Proportional metrics are reconciled to the nearest GAAP measure. Certain assumptions have been made to estimate our proportional financial measures. These assumptions
include: (i) the Company’s economic interest has been calculated based on a blended rate for each consolidated business when such business represents multiple legal entities;
(ii) the Company’s economic interest may differ from the percentage implied by the recorded net income or loss attributable to noncontrolling interests or dividends paid during a
given period; (iii) the Company’s economic interest for entities accounted for using the hypothetical liquidation at book value method is 100%; (iv) individual operating
performance of the Company’s equity method investments is not reflected and (v) inter-segment transactions are included as applicable for the metric presented.
The proportional adjustment factor, proportional maintenance capital expenditures (net of reinsurance proceeds), and proportional non-recoverable environmental capital
expenditures are calculated by multiplying the percentage owned by non-controlling interests for each entity by its corresponding consolidated cash flow metric and adding up the
resulting figures. For example, the Company owns approximately 70% of AES Gener, its subsidiary in Chile. Assuming a consolidated net cash flow from operating activities of
$100 from AES Gener, the proportional adjustment factor for AES Gener would equal approximately $30 (or $100 x 30%). The Company calculates the proportional adjustment
factor for each consolidated business in this manner and then adds these amounts together to determine the total proportional adjustment factor used in the reconciliation. The
proportional adjustment factor may differ from the proportion of income attributable to non-controlling interests as a result of (a) non-cash items which impact income but not cash
and (b) AES’ ownership interest in the subsidiary where such items occur.

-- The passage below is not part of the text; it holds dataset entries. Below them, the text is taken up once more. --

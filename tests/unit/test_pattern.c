/* SPDX-License-Identifier: BSD-3-Clause */
/* test_pattern.c - unit tests of the regular-expression adapter behind pattern.h. */
#include <stdint.h>
#include <string.h>
#include "check.h"
#include "schrot/pattern.h"

static struct sch_pattern *compile(const char *re, unsigned flags)
{
	struct sch_pattern *p = NULL;
	struct sch_diag d;

	sch_diag_init(&d, NULL, 0);
	CHECK(sch_pattern_compile(&p, re, flags, "--carrier", &d) == SCH_OK);
	CHECK(p != NULL);
	CHECK(d.n_errors == 0);
	return p;
}

static bool matches(const struct sch_pattern *p, const char *s)
{
	return sch_pattern_match(p, s, strlen(s));
}

static void test_pattern__matches_anywhere_by_default(void)
{
	struct sch_pattern *p = compile("ph", 0);

	CHECK(matches(p, "iph"));
	CHECK(matches(p, "x1.iphoto"));
	CHECK(!matches(p, "IPH"));
	CHECK(!matches(p, "ibias"));
	sch_pattern_free(p);
}

static void test_pattern__caseless_ignores_case(void)
{
	struct sch_pattern *p = compile("^i(ph|pd|photo|dark|leak)", SCH_PAT_CASELESS);

	CHECK(matches(p, "IPHOTO"));
	CHECK(matches(p, "iDark"));
	CHECK(!matches(p, "rleak"));
	sch_pattern_free(p);
}

static void test_pattern__whole_anchors_both_ends(void)
{
	struct sch_pattern *p = compile("x1\\.i.*", SCH_PAT_WHOLE | SCH_PAT_CASELESS);
	struct sch_pattern *alt = compile("iph|ileak", SCH_PAT_WHOLE);

	CHECK(matches(p, "x1.iph"));
	CHECK(matches(p, "X1.IPH"));
	CHECK(!matches(p, "xrx.x1.iph"));
	CHECK(matches(alt, "ileak"));
	CHECK(!matches(alt, "iphx"));
	CHECK(!matches(alt, "xileak"));
	sch_pattern_free(p);
	sch_pattern_free(alt);
}

static void test_pattern__match_uses_only_n_bytes(void)
{
	struct sch_pattern *p = compile("^iph$", 0);

	CHECK(sch_pattern_match(p, "iphoto", 3));
	CHECK(!sch_pattern_match(p, "iphoto", 4));
	sch_pattern_free(p);
}

static void test_pattern__search_reports_captures_and_unset_groups(void)
{
	struct sch_pattern *p = compile("(\\d+)(k)?(meg)?", SCH_PAT_CASELESS);
	size_t ov[8];
	const char *s = "r1 a b 10MEG";

	CHECK(sch_pattern_search(p, s, strlen(s), 2, ov, 4));
	CHECK(ov[0] == 7 && ov[1] == 12);
	CHECK(ov[2] == 7 && ov[3] == 9);
	CHECK(ov[4] == SIZE_MAX && ov[5] == SIZE_MAX);
	CHECK(ov[6] == 9 && ov[7] == 12);
	CHECK(sch_pattern_search(p, s, strlen(s), 0, ov, 1));
	CHECK(ov[0] == 1 && ov[1] == 2);
	CHECK(!sch_pattern_search(p, "abc", 3, 0, ov, 1));
	CHECK(!sch_pattern_search(p, "abc", 3, 9, ov, 1));
	sch_pattern_free(p);
}

static void test_pattern__search_with_more_pairs_than_groups(void)
{
	struct sch_pattern *p = compile("a(b)", 0);
	size_t ov[6];

	CHECK(sch_pattern_search(p, "xab", 3, 0, ov, 3));
	CHECK(ov[0] == 1 && ov[1] == 3 && ov[2] == 2 && ov[3] == 3);
	CHECK(ov[4] == SIZE_MAX && ov[5] == SIZE_MAX);
	sch_pattern_free(p);
}

static void test_pattern__reports_bad_regex_with_offset(void)
{
	struct sch_pattern *p = (struct sch_pattern *)&p;
	struct sch_diag d;

	sch_diag_init(&d, NULL, 0);
	CHECK(sch_pattern_compile(&p, "i(ph", SCH_PAT_CASELESS, "--carrier", &d) == SCH_ERR_INPUT);
	CHECK(p == NULL);
	CHECK(d.n_errors == 1);
	CHECK(strstr(d.first_error, "bad regex 'i(ph'") != NULL);
	CHECK(strstr(d.first_error, "--carrier") != NULL);
	CHECK(strstr(d.first_error, "missing closing parenthesis") != NULL);
	CHECK(strstr(d.first_error, "at offset 4") != NULL);
	CHECK(d.first_error[strlen(d.first_error) - 1] != '.');
}

static void test_pattern__null_pattern_never_matches(void)
{
	size_t ov[2] = { 0, 0 };

	CHECK(!sch_pattern_match(NULL, "x", 1));
	CHECK(!sch_pattern_search(NULL, "x", 1, 0, ov, 1));
	sch_pattern_free(NULL);
}

static void test_pattern__matches_invalid_utf8_subjects_without_failing(void)
{
	struct sch_pattern *p = compile("leak", SCH_PAT_CASELESS);

	CHECK(matches(p, "\xff" "leak"));
	CHECK(!matches(p, "\xc3"));
	sch_pattern_free(p);
}

CHECK_MAIN(CASE(test_pattern__matches_anywhere_by_default), CASE(test_pattern__caseless_ignores_case),
	   CASE(test_pattern__whole_anchors_both_ends), CASE(test_pattern__match_uses_only_n_bytes),
	   CASE(test_pattern__search_reports_captures_and_unset_groups),
	   CASE(test_pattern__search_with_more_pairs_than_groups), CASE(test_pattern__reports_bad_regex_with_offset),
	   CASE(test_pattern__null_pattern_never_matches),
	   CASE(test_pattern__matches_invalid_utf8_subjects_without_failing))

Subsidiary Liquidity (a non-GAAP financial measure) is defined as cash and cash equivalents and bank lines of credit at various subsidiaries.
Subsidiary Distributions should not be construed as an alternative to Net Cash Provided by Operating Activities which is determined in accordance with GAAP. Subsidiary
Distributions are important to the Parent Company because the Parent Company is a holding company that does not derive any significant direct revenues from its own activities
but instead relies on its subsidiaries’ business activities and the resultant distributions to fund the debt service, investment and other cash needs of the holding company. The
reconciliation of the difference between the Subsidiary Distributions and Net Cash Provided by Operating Activities consistsof cash generated from operating activities that is
retained at the subsidiaries for a variety of reasons which are both discretionary and non-discretionary in nature. These factors include, but are not limited to, retention of cash to
fund capital expenditures at the subsidiary, cash retention associated with non-recourse debt covenant restrictions and related debt service requirements at the subsidiaries,
retention of cash related to sufficiency of local GAAP statutory retained earnings at the subsidiaries, retention of cash for working capital needs at the subsidiaries, and other
similar timing differences between when the cash is generated at the subsidiaries and when it reaches the Parent Company and related holding companies.